In another sign of the ongoing consolidation of the health care industry in anticipation of national health care reform, Woodland Hills-based Health Net Inc. said Monday that it has agreed to merge in a stock exchange transaction with its once-bitter enemy, QualMed Inc. of Pueblo, Colo.
Executives of both health maintenance organizations said the benefits of creating a combined company of 1.2 million customers in six Western states led them to settle differences stemming from QualMed’s efforts last year to buy the much larger Health Net.
The proposed merger would allow Health Net, California’s second-largest HMO with about 900,000 members, to expand outside the state and would give QualMed, which has half its 350,000 members in Northern California, access to the lucrative Southern California market. QualMed also provides access to preferred provider networks in 16 states and has a strong Medicare program--an area that Health Net has been trying to develop.
While the proposed marriage of Health Net and QualMed surprised analysts, most have expected more California providers to make strategic alliances since Blue Shield of California and Unihealth America shook up the state’s competitive landscape in June with the announcement that they would join forces, creating a new managed care company with more than 4.5 million members and $6.5 billion in revenue.
“What you’re seeing is a race to expand geographically in attractive markets,” said Jeff Hendren, a health care analyst for Goldman Sachs in New York. “It’s better to be No. 1 or No. 2 than No. 5 as you go into President Clinton’s proposed health care reform.”
A merger of Health Net and QualMed would create a company with about $1.8 billion in revenue.
Under the proposed transaction, expected to close by year’s end, each share of Health Net would be converted into 3.34 shares in the new company, giving former Health Net shareholders a 65% interest. Based on QualMed’s stock price of $15.50, which was up $1.375 on Monday, the new company will have a market value of about $750 million.
The California Wellness Foundation, a nonprofit entity that was formed under a state legal requirement when Health Net converted to for-profit status, owns 73% of Health Net’s stock.
The merger agreement deal must be approved by the California Department of Corporations.

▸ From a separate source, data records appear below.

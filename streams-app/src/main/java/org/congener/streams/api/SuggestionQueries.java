package org.congener.streams.api;

import java.util.Optional;

import org.congener.schemas.Suggestions;
import org.congener.streams.model.Alternatives;

/** What the query API reads; backed by the streams app's stores, or by a fake in tests. */
public interface SuggestionQueries {

    /**
     * The latest list of the researcher, empty when none was published yet.
     *
     * @param localOnly answer from this instance's stores only (the request was forwarded here)
     */
    Optional<Suggestions> latest(String researcherId, boolean localOnly);

    /** Whether the researcher is in the researchers table. */
    boolean isKnownResearcher(String researcherId);

    /** Whether the compound is in the catalogue. */
    default boolean isKnownCompound(String compoundId) {
        return false;
    }

    /**
     * Alternatives to a catalogued compound under the live version, filtered to active compounds
     * (and to those in stock when asked).
     *
     * @throws NotReadyException when no model version is live yet
     */
    default Alternatives.Lists alternatives(String compoundId, int n, boolean inStockOnly) {
        throw new NotReadyException("no model version is live yet; alternatives need one");
    }

    /** Whether the compound's latest inventory event has quantity on hand above zero. */
    default boolean isInStock(String compoundId) {
        return false;
    }

    /** The app's state for {@code /health}. */
    Health health();

    /** Most suggestions one list holds (the top-N setting). */
    int maxItems();

    /**
     * @param status      Kafka Streams state, e.g. RUNNING
     * @param serving     whether queries can be answered now
     * @param deadLetters usage events sent to the dead letters since start
     */
    record Health(String status, boolean serving, long deadLetters) {
    }

    /** The stores are not queryable now (starting, rebalancing); the API answers 503. */
    final class NotReadyException extends RuntimeException {
        public NotReadyException(String message) {
            super(message);
        }
    }
}
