/** The query API over HTTP: latest suggestions per researcher and health, JSON, always with the safety caution. */
package org.congener.streams.api;
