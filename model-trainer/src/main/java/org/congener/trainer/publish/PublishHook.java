package org.congener.trainer.publish;

/**
 * Called by the publisher after each record it sends inside a transaction; lets a test stop a publish
 * half-way (by throwing) to check that the live version is left as it was.
 */
@FunctionalInterface
public interface PublishHook {
    PublishHook NONE = sent -> { };

    void afterRecord(int sent);
}
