package org.congener.trainer.publish;

import java.util.List;
import org.congener.schemas.ItemFactors;
import org.congener.schemas.ItemNeighbours;
import org.congener.schemas.ModelManifest;

/** Everything one published model version consists of; the manifest's counts match the lists. */
public record ModelVersion(ModelManifest manifest, List<ItemFactors> factors, List<ItemNeighbours> neighbours) {
    public ModelVersion {
        factors = List.copyOf(factors);
        neighbours = List.copyOf(neighbours);
        if (manifest.itemCount() != factors.size() || manifest.neighbourCount() != neighbours.size()) {
            throw new InvalidModelException("manifest of " + manifest.version() + " counts " + manifest.itemCount()
                    + " factors and " + manifest.neighbourCount() + " neighbour lists, but " + factors.size()
                    + " and " + neighbours.size() + " are given");
        }
    }

    public String version() {
        return manifest.version();
    }
}
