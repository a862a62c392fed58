package org.congener.streams.config;

/** A setting could not be used; the message is one line naming the source (file and line), key and value. */
public final class ConfigLoadException extends RuntimeException {

    public ConfigLoadException(String message) {
        super(message);
    }
}
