package org.congener.streams.api;

import java.util.Optional;
import java.util.function.LongSupplier;

import org.apache.kafka.streams.KafkaStreams;
import org.apache.kafka.streams.StoreQueryParameters;
import org.apache.kafka.streams.errors.InvalidStateStoreException;
import org.apache.kafka.streams.state.QueryableStoreTypes;
import org.apache.kafka.streams.state.ReadOnlyKeyValueStore;
import org.congener.schemas.Researcher;
import org.congener.schemas.Suggestions;
import org.congener.streams.SuggestionTopology;

/**
 * Answers queries from this instance's stores: the {@code latest-suggestions} table and the
 * researchers global table. With several instances, a key may live on another one; this class then
 * answers "no suggestions yet" (forwarding to the owner via {@code queryMetadataForKey} is left open).
 */
public final class StoreSuggestionQueries implements SuggestionQueries {

    private final KafkaStreams streams;
    private final int maxItems;
    private final LongSupplier deadLetters;

    public StoreSuggestionQueries(KafkaStreams streams, int maxItems, LongSupplier deadLetters) {
        this.streams = streams;
        this.maxItems = maxItems;
        this.deadLetters = deadLetters;
    }

    @Override
    public Optional<Suggestions> latest(String researcherId) {
        ReadOnlyKeyValueStore<String, Suggestions> store = store(SuggestionTopology.LATEST_SUGGESTIONS_STORE);
        try {
            return Optional.ofNullable(store.get(researcherId));
        } catch (InvalidStateStoreException e) {
            throw notReady(SuggestionTopology.LATEST_SUGGESTIONS_STORE);
        }
    }

    @Override
    public boolean isKnownResearcher(String researcherId) {
        ReadOnlyKeyValueStore<String, Researcher> store = store(SuggestionTopology.RESEARCHERS_STORE);
        try {
            return store.get(researcherId) != null;
        } catch (InvalidStateStoreException e) {
            throw notReady(SuggestionTopology.RESEARCHERS_STORE);
        }
    }

    @Override
    public Health health() {
        KafkaStreams.State state = streams.state();
        return new Health(state.name(), state == KafkaStreams.State.RUNNING, deadLetters.getAsLong());
    }

    @Override
    public int maxItems() {
        return maxItems;
    }

    private <V> ReadOnlyKeyValueStore<String, V> store(String name) {
        try {
            return streams.store(StoreQueryParameters.fromNameAndType(name, QueryableStoreTypes.<String, V>keyValueStore()));
        } catch (InvalidStateStoreException e) {
            throw notReady(name);
        }
    }

    private NotReadyException notReady(String name) {
        return new NotReadyException("store " + name + " is not ready (streams state " + streams.state()
                + "); try again shortly");
    }
}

In connection with the merger agreement, QualMed on Monday dismissed a lawsuit connected with its 1992 attempt to buy Health Net in a $400-million hostile takeover.
In explaining the turnaround in relations, Health Net Chairman Roger Greaves said that during the last year, the two companies learned they had much to offer each other. “We began to negotiate, and as the months went by we decided the differences were minimal,” Greaves said in an interview.
“The merger strengthens our ability to achieve our shared goals,” said Malik Hasan, Greaves’ counterpart at QualMed. Hasan and Greaves would be co-chairmen, co-chief executives and co-presidents of the new company, which will also maintain dual headquarters.
Health Net’s rivals were not surprised by the announcement Monday, but they were reluctant to talk about its potential impact.
“We’ll continue to see consolidation like this in the industry,” a spokesman for Woodland Hills-based Blue Cross of California, which is also looking at acquisitions, said in a statement.